Beginning at the line containing "[&](size_t, TopologyTallies&& part)" in the material below and ending at the line containing "const FacePairs pairs", return each line exactly and add nothing.
* * * *
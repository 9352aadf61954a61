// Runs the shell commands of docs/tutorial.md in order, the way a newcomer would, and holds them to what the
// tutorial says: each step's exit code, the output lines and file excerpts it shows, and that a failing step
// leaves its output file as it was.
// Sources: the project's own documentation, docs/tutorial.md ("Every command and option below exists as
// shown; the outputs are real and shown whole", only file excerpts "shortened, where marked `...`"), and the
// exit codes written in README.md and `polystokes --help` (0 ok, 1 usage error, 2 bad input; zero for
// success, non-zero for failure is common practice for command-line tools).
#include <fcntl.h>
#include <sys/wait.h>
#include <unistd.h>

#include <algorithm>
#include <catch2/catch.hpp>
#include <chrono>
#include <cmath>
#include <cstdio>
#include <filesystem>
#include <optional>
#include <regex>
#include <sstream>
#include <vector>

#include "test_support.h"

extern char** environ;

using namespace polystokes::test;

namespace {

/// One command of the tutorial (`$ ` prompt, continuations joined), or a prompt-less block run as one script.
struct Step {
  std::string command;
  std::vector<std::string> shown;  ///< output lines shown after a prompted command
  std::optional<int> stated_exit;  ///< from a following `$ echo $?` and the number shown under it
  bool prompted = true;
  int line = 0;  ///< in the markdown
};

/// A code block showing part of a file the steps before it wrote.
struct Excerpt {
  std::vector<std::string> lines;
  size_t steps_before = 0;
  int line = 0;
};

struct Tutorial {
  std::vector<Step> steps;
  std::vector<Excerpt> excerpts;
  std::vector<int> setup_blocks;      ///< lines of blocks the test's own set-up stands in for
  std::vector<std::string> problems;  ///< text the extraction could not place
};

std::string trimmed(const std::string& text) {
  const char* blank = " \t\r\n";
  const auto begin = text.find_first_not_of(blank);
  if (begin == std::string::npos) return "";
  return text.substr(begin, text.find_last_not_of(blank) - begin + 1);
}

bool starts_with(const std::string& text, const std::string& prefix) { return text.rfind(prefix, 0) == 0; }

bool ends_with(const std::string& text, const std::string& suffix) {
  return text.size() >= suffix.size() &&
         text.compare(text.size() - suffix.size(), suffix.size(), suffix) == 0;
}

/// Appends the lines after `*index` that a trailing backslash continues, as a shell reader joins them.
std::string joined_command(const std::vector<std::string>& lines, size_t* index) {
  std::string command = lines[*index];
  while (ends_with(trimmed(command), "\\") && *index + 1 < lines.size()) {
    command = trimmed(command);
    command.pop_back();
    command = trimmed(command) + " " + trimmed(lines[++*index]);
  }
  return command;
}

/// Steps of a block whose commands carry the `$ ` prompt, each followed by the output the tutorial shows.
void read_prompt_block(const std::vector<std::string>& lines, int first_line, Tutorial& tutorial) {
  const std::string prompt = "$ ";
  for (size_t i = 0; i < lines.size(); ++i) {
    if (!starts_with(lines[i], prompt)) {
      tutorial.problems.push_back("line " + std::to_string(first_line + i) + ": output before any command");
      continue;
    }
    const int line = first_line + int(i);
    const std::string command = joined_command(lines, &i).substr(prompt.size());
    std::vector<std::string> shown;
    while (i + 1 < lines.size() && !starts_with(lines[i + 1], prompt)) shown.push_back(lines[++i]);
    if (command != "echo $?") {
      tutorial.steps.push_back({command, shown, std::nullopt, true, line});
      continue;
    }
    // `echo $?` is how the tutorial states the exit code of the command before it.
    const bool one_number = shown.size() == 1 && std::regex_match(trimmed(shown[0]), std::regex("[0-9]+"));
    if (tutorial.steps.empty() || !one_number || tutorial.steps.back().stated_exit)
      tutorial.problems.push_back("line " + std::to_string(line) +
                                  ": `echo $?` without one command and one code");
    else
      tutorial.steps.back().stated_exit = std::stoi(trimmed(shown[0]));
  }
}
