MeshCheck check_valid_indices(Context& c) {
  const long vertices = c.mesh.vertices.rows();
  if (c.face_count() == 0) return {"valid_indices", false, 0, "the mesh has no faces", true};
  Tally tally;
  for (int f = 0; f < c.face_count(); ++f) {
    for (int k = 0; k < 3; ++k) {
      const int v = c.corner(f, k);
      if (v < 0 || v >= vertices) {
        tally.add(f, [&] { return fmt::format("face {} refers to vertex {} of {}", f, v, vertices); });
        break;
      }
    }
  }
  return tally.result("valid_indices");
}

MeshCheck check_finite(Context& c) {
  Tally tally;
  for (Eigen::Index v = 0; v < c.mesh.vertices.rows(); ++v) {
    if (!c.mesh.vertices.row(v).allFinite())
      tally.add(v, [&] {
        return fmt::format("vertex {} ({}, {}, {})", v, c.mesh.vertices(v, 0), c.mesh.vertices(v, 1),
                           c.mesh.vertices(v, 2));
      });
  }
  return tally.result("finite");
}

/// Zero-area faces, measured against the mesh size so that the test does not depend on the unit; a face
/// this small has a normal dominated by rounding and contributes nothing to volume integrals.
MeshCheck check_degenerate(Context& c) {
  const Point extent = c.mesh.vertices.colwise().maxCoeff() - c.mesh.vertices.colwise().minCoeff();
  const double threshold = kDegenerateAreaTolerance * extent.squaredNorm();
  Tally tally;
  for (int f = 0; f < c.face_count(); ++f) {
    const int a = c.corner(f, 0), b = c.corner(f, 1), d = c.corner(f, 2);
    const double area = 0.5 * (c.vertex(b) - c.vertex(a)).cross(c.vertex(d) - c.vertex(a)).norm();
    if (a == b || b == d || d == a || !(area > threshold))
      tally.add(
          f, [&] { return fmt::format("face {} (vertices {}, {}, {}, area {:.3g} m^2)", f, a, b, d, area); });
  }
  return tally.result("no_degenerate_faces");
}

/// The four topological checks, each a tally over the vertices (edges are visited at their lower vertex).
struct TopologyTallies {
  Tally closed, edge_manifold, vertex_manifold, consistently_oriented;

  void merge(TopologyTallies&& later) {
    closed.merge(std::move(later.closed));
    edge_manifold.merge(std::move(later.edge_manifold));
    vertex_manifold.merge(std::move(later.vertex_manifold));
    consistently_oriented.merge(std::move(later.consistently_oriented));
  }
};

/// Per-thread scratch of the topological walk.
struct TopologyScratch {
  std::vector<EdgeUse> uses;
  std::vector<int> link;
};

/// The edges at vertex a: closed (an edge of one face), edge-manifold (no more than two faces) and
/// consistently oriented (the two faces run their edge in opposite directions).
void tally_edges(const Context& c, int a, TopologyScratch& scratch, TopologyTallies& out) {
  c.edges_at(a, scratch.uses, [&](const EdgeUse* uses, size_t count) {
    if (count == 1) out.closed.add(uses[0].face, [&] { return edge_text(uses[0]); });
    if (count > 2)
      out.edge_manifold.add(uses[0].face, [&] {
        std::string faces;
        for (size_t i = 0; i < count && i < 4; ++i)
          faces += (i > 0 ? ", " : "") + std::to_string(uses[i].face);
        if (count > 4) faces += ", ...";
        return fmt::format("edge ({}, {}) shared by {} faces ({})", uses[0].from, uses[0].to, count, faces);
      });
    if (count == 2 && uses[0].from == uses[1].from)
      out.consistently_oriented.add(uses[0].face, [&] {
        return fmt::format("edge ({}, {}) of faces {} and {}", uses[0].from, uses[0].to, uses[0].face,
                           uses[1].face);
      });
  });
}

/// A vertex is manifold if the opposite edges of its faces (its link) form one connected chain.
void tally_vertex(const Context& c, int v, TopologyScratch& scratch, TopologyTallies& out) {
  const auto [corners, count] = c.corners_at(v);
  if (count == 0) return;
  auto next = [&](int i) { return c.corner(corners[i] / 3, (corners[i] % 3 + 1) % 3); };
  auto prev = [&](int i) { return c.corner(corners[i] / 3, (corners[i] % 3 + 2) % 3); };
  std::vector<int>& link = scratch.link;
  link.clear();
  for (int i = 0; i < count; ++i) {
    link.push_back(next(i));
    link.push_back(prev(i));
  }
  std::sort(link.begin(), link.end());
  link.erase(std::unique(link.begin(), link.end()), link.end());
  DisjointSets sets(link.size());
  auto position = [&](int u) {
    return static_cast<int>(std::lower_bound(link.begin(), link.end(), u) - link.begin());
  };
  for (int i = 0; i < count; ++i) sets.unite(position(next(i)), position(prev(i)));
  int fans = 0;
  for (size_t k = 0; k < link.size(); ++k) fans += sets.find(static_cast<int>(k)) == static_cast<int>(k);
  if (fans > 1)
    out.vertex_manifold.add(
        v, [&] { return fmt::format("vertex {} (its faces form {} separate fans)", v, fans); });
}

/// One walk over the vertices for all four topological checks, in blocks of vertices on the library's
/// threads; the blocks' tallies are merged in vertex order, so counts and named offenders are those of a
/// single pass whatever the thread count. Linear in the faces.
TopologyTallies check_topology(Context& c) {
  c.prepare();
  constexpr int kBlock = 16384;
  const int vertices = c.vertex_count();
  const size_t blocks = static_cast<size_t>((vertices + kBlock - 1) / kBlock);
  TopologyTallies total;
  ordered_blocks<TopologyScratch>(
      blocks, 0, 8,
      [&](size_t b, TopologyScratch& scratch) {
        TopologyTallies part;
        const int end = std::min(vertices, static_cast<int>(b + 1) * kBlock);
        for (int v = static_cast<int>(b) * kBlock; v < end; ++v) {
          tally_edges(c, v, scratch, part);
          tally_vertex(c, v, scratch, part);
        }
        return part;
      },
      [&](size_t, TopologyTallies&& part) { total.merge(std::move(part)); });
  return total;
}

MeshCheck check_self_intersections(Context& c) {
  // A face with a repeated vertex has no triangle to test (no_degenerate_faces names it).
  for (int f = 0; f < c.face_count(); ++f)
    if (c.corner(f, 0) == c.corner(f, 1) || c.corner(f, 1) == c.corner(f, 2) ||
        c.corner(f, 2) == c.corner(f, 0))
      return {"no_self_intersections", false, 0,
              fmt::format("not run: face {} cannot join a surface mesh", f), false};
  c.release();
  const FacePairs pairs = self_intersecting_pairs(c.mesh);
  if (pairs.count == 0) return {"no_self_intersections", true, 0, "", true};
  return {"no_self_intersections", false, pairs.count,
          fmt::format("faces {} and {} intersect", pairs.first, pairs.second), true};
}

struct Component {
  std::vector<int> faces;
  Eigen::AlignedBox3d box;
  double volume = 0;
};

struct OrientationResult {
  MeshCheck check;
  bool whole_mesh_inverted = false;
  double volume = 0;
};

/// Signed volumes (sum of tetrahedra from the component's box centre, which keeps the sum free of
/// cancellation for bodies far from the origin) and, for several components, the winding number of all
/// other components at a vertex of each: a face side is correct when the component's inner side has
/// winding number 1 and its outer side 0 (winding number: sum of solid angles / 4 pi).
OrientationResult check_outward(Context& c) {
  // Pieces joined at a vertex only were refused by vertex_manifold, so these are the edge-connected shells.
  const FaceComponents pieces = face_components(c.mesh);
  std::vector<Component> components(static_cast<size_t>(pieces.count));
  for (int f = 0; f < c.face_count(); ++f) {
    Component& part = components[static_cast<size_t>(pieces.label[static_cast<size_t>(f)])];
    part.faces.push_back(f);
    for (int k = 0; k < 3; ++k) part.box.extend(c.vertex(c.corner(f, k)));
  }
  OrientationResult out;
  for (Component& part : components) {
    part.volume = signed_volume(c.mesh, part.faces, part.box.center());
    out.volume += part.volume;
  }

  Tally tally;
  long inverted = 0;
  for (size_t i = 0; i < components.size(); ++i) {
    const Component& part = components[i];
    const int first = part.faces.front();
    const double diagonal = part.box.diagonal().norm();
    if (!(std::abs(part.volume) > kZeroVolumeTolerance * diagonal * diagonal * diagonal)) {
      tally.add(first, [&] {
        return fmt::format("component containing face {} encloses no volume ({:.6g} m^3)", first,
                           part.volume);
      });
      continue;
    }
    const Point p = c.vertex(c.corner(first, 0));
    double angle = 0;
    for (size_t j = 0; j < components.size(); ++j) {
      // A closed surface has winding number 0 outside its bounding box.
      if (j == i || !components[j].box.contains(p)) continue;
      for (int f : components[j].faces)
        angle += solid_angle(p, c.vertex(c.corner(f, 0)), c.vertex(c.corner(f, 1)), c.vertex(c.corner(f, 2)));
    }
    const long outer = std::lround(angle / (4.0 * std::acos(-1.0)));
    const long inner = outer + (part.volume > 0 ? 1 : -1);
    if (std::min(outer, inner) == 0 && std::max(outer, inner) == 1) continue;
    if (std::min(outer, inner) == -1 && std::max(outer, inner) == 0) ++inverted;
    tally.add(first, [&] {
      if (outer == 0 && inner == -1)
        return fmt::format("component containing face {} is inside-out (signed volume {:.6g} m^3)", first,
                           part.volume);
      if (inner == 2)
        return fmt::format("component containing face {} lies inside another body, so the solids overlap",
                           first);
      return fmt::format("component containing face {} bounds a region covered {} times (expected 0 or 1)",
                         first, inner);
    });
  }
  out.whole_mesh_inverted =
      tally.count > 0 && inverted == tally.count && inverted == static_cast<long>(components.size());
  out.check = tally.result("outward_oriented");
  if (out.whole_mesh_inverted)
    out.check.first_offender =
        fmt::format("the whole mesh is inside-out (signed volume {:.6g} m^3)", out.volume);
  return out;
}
* * * *
• COMPLETED EXERCISE:
      [&](size_t, TopologyTallies&& part) { total.merge(std::move(part)); });
  return total;
}

MeshCheck check_self_intersections(Context& c) {
  // A face with a repeated vertex has no triangle to test (no_degenerate_faces names it).
  for (int f = 0; f < c.face_count(); ++f)
    if (c.corner(f, 0) == c.corner(f, 1) || c.corner(f, 1) == c.corner(f, 2) ||
        c.corner(f, 2) == c.corner(f, 0))
      return {"no_self_intersections", false, 0,
              fmt::format("not run: face {} cannot join a surface mesh", f), false};
  c.release();
  const FacePairs pairs = self_intersecting_pairs(c.mesh);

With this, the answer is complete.